-- Opening Marker --
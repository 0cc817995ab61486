import { HttpClient } from '@angular/common/http';
import { Injectable, inject } from '@angular/core';
import type { Page } from '@shared/api/page';
import type {
  ComplianceNoticeDto,
  ComplianceReportDto,
  ComplianceSort,
  NoticeHistoryDto,
} from '@shared/reports/compliance-report-dto';
import type { SiteKind } from '@shared/sites/site';
import { Observable } from 'rxjs';
import { queryParams } from '../core/http/query-params';

export interface ComplianceQuery {
  year: number;
  month?: string | null;
  kind?: SiteKind | null;
  tag?: string | null;
  /** The owning organisation's id. */
  owner?: number | null;
  page: number;
  pageSize: number;
  sort: ComplianceSort;
  dir: 'asc' | 'desc';
}

/** The compliance ranking and budget notices; export links are plain URLs the browser downloads. */
@Injectable({ providedIn: 'root' })
export class ReportsApi {
  private readonly http = inject(HttpClient);

  compliance(q: ComplianceQuery): Observable<ComplianceReportDto> {
    return this.http.get<ComplianceReportDto>('/api/reports/compliance', { params: queryParams({ ...q }) });
  }

  complianceExportUrl(q: ComplianceQuery, format: 'csv' | 'pdf'): string {
    const params = queryParams({
      year: q.year,
      month: q.month,
      kind: q.kind,
      tag: q.tag,
      owner: q.owner,
      sort: q.sort,
      dir: q.dir,
      format: format === 'csv' ? 'csv' : null,
    }).toString();
    return `/api/reports/compliance${format === 'pdf' ? '.pdf' : ''}?${params}`;
  }

  noticeHistory(siteId: number): Observable<Page<NoticeHistoryDto>> {
    return this.http.get<Page<NoticeHistoryDto>>(`/api/reports/compliance/${siteId}/notices`, {
      params: queryParams({ pageSize: 50 }),
    });
  }

  sendNotice(siteId: number, month: string, message: string): Observable<ComplianceNoticeDto> {
    return this.http.post<ComplianceNoticeDto>(`/api/reports/compliance/${siteId}/notice`, {
      month,
      ...(message.trim() ? { message } : {}),
    });
  }
}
-- Closing Marker --
**TASK DESCRIPTION:** Show every line from the listing above in which the string "import" appears.

**REPLY:**
import { HttpClient } from '@angular/common/http';
import { Injectable, inject } from '@angular/core';
import type { Page } from '@shared/api/page';
import type {
import type { SiteKind } from '@shared/sites/site';
import { Observable } from 'rxjs';
import { queryParams } from '../core/http/query-params';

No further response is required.